▶ **TASK ITEM**
Would you set down every entry shown below, precisely as written?

── DATA TO PROCESS

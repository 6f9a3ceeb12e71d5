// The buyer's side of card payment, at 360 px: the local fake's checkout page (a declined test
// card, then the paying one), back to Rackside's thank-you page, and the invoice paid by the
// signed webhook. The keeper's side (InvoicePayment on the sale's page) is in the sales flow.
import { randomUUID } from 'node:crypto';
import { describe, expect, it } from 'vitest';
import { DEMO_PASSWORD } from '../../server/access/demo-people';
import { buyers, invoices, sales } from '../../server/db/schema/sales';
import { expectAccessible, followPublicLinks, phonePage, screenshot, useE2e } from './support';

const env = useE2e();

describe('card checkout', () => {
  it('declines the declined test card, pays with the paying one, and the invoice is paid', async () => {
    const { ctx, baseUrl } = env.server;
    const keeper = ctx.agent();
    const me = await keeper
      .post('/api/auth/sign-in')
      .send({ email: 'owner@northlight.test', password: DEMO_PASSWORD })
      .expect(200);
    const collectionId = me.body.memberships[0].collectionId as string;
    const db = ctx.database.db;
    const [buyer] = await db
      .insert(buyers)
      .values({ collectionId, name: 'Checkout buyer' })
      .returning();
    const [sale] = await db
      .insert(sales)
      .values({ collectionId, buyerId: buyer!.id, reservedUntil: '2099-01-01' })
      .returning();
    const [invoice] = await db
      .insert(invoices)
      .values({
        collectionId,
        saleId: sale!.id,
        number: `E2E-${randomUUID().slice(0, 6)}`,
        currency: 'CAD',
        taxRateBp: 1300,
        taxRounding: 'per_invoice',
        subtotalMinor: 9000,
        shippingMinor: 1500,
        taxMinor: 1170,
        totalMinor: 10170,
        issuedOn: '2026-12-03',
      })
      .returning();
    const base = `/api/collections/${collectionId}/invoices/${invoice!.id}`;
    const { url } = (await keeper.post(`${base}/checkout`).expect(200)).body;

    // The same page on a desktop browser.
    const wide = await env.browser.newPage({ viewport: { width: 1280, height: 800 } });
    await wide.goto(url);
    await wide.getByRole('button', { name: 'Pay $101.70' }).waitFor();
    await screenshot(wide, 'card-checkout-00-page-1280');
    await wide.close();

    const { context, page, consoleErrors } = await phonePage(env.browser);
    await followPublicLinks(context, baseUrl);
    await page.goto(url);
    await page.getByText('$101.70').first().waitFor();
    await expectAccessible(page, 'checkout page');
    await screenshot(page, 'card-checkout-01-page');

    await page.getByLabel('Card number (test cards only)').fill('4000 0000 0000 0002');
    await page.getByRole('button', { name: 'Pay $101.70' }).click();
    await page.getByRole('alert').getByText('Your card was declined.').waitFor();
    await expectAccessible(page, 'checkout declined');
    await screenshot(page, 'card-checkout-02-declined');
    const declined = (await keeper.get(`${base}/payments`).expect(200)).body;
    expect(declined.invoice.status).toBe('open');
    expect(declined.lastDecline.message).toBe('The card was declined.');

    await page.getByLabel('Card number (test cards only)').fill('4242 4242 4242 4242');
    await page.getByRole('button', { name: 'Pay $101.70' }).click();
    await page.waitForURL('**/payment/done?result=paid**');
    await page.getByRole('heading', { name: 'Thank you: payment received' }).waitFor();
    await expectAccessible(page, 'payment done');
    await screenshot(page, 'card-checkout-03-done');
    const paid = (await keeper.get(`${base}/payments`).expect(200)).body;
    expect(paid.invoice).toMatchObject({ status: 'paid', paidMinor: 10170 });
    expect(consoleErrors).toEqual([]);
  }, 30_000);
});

────

▶ **PROBLEM SOLUTION**
repository 6f9a3ceeb12e71d5
// The buyer's side of card payment, at 360 px: the local fake's checkout page (a declined test
// card, then the paying one), back to Rackside's thank-you page, and the invoice paid by the
// signed webhook. The keeper's side (InvoicePayment on the sale's page) is in the sales flow.
import { randomUUID } from 'node:crypto';
import { describe, expect, it } from 'vitest';
import { DEMO_PASSWORD } from '../../server/access/demo-people';
import { buyers, invoices, sales } from '../../server/db/schema/sales';
import { expectAccessible, followPublicLinks, phonePage, screenshot, useE2e } from './support';

const env = useE2e();

describe('card checkout', () => {
  it('declines the declined test card, pays with the paying one, and the invoice is paid', async () => {
    const { ctx, baseUrl } = env.server;
    const keeper = ctx.agent();
    const me = await keeper
      .post('/api/auth/sign-in')
      .send({ email: 'owner@northlight.test', password: DEMO_PASSWORD })
      .expect(200);
    const collectionId = me.body.memberships[0].collectionId as string;
    const db = ctx.database.db;
    const [buyer] = await db
      .insert(buyers)
      .values({ collectionId, name: 'Checkout buyer' })
      .returning();
    const [sale] = await db
      .insert(sales)
      .values({ collectionId, buyerId: buyer!.id, reservedUntil: '2099-01-01' })
      .returning();
    const [invoice] = await db
      .insert(invoices)
      .values({
        collectionId,
        saleId: sale!.id,
        number: `E2E-${randomUUID().slice(0, 6)}`,
        currency: 'CAD',
        taxRateBp: 1300,
        taxRounding: 'per_invoice',
        subtotalMinor: 9000,
        shippingMinor: 1500,
        taxMinor: 1170,
        totalMinor: 10170,
        issuedOn: '2026-12-03',
      })
      .returning();
    const base = `/api/collections/${collectionId}/invoices/${invoice!.id}`;
    const { url } = (await keeper.post(`${base}/checkout`).expect(200)).body;

    // The same page on a desktop browser.
    const wide = await env.browser.newPage({ viewport: { width: 1280, height: 800 } });
    await wide.goto(url);
    await wide.getByRole('button', { name: 'Pay $101.70' }).waitFor();
    await screenshot(wide, 'card-checkout-00-page-1280');
    await wide.close();

    const { context, page, consoleErrors } = await phonePage(env.browser);
    await followPublicLinks(context, baseUrl);
    await page.goto(url);
    await page.getByText('$101.70').first().waitFor();
    await expectAccessible(page, 'checkout page');
    await screenshot(page, 'card-checkout-01-page');

    await page.getByLabel('Card number (test cards only)').fill('4000 0000 0000 0002');
    await page.getByRole('button', { name: 'Pay $101.70' }).click();
    await page.getByRole('alert').getByText('Your card was declined.').waitFor();
    await expectAccessible(page, 'checkout declined');
    await screenshot(page, 'card-checkout-02-declined');
    const declined = (await keeper.get(`${base}/payments`).expect(200)).body;
    expect(declined.invoice.status).toBe('open');
    expect(declined.lastDecline.message).toBe('The card was declined.');

    await page.getByLabel('Card number (test cards only)').fill('4242 4242 4242 4242');
    await page.getByRole('button', { name: 'Pay $101.70' }).click();
    await page.waitForURL('**/payment/done?result=paid**');
    await page.getByRole('heading', { name: 'Thank you: payment received' }).waitFor();
    await expectAccessible(page, 'payment done');
    await screenshot(page, 'card-checkout-03-done');
    const paid = (await keeper.get(`${base}/payments`).expect(200)).body;
    expect(paid.invoice).toMatchObject({ status: 'paid', paidMinor: 10170 });
    expect(consoleErrors).toEqual([]);
  }, 30_000);
});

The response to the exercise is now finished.